### EXERCISE INSTRUCTIONS
Take the records below and retype them line by line, from the first line through the one containing "readonly pixels: number;"; stop there.

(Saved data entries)
________
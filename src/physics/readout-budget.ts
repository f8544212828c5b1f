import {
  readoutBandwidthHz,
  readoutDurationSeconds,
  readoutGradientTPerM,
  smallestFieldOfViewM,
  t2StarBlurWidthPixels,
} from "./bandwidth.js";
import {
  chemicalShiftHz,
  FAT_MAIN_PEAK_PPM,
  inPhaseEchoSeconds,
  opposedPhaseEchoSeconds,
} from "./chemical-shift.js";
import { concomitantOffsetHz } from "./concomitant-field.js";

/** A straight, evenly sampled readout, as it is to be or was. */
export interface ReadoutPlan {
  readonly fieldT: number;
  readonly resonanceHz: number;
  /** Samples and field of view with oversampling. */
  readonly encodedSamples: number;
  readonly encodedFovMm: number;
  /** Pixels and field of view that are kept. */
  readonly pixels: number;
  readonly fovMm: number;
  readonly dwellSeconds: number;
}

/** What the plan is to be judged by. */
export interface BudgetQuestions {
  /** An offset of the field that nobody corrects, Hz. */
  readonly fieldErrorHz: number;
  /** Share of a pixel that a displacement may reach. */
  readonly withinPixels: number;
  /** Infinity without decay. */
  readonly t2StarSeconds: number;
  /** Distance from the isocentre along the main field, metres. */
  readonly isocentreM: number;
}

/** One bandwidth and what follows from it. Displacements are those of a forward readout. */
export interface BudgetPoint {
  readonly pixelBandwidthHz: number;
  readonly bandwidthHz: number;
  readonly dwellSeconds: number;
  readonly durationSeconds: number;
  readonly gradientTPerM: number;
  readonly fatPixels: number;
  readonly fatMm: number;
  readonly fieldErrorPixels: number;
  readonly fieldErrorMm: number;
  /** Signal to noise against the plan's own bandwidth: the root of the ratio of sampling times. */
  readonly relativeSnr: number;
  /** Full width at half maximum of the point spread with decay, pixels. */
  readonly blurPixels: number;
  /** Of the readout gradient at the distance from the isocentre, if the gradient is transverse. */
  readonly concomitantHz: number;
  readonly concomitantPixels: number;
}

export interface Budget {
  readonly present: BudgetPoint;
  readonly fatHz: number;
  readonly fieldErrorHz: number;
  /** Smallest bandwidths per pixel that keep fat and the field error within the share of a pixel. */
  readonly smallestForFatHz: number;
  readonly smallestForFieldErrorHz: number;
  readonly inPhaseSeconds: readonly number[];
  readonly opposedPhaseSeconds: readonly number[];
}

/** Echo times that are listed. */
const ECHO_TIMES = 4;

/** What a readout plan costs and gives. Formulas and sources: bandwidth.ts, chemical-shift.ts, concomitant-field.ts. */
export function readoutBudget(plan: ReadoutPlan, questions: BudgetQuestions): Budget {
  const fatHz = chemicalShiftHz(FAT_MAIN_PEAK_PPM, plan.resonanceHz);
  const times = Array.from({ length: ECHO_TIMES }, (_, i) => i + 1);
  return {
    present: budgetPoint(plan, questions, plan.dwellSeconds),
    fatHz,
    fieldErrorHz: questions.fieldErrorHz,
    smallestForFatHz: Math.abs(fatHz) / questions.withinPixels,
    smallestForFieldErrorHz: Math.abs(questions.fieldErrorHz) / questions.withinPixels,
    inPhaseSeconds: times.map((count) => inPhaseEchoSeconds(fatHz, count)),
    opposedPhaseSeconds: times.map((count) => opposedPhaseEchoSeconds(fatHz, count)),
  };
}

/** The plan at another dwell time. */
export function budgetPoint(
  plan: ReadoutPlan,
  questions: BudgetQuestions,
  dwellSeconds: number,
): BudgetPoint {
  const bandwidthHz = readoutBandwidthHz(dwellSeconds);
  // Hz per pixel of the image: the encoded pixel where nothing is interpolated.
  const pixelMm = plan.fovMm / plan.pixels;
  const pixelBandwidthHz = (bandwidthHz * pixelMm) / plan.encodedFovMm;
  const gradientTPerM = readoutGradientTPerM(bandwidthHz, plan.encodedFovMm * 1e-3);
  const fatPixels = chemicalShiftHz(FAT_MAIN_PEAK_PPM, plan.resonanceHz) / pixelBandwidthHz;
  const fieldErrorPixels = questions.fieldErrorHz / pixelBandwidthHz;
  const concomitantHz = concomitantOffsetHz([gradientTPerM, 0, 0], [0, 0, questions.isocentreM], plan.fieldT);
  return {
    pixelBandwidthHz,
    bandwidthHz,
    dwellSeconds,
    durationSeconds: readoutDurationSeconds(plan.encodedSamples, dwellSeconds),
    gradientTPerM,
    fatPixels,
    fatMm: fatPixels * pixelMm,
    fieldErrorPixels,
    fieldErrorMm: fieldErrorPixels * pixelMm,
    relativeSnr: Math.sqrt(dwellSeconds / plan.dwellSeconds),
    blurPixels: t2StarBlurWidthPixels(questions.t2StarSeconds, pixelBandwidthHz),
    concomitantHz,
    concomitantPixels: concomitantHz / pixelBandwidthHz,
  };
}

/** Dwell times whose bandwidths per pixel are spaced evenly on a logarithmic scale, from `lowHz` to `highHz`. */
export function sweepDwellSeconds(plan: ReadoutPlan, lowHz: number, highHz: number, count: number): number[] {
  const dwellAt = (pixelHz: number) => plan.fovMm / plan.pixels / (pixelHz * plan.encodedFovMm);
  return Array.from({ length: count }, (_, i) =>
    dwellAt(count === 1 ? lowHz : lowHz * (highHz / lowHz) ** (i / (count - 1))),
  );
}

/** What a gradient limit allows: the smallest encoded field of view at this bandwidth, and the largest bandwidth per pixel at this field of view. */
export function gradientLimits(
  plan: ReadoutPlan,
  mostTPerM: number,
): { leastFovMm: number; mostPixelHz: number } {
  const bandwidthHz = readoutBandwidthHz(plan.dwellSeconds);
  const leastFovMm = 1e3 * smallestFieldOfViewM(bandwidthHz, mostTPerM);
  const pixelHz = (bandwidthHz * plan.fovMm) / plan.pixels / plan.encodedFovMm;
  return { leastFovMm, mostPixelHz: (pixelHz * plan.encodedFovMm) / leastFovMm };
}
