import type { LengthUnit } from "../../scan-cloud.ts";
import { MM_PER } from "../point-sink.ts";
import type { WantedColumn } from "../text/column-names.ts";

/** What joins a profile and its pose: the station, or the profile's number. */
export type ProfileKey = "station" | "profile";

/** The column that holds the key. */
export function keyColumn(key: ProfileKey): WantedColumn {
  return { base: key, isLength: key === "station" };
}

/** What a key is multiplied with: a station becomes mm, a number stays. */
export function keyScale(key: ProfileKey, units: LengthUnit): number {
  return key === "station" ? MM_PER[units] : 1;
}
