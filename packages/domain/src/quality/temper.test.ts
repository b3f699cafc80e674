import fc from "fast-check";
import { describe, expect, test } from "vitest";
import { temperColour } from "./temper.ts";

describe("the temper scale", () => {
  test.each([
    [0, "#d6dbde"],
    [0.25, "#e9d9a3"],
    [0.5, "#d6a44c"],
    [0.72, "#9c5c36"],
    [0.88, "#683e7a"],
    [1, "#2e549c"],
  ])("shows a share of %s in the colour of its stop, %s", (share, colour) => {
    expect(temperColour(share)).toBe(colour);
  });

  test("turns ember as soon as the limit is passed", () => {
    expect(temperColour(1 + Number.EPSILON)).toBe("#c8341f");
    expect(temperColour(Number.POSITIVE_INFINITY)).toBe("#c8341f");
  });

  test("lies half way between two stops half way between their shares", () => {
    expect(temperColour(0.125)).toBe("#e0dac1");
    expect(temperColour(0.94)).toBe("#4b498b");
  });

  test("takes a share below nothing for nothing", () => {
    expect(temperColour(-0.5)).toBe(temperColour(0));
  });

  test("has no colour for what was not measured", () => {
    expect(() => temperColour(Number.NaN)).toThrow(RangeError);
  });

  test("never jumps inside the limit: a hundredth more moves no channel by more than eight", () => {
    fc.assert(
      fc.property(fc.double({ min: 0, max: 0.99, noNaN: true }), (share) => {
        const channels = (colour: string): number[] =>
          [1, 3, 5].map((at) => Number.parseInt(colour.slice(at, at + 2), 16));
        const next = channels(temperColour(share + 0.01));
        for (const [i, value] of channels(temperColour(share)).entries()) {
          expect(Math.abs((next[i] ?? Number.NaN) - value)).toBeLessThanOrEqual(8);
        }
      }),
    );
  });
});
________
### OUTPUT FOR THIS TASK
filename src/physics/readout-budget.ts
repository f8544212828c5b1f
import {
  readoutBandwidthHz,
  readoutDurationSeconds,
  readoutGradientTPerM,
  smallestFieldOfViewM,
  t2StarBlurWidthPixels,
} from "./bandwidth.js";
import {
  chemicalShiftHz,
  FAT_MAIN_PEAK_PPM,
  inPhaseEchoSeconds,
  opposedPhaseEchoSeconds,
} from "./chemical-shift.js";
import { concomitantOffsetHz } from "./concomitant-field.js";

/** A straight, evenly sampled readout, as it is to be or was. */
export interface ReadoutPlan {
  readonly fieldT: number;
  readonly resonanceHz: number;
  /** Samples and field of view with oversampling. */
  readonly encodedSamples: number;
  readonly encodedFovMm: number;
  /** Pixels and field of view that are kept. */
  readonly pixels: number;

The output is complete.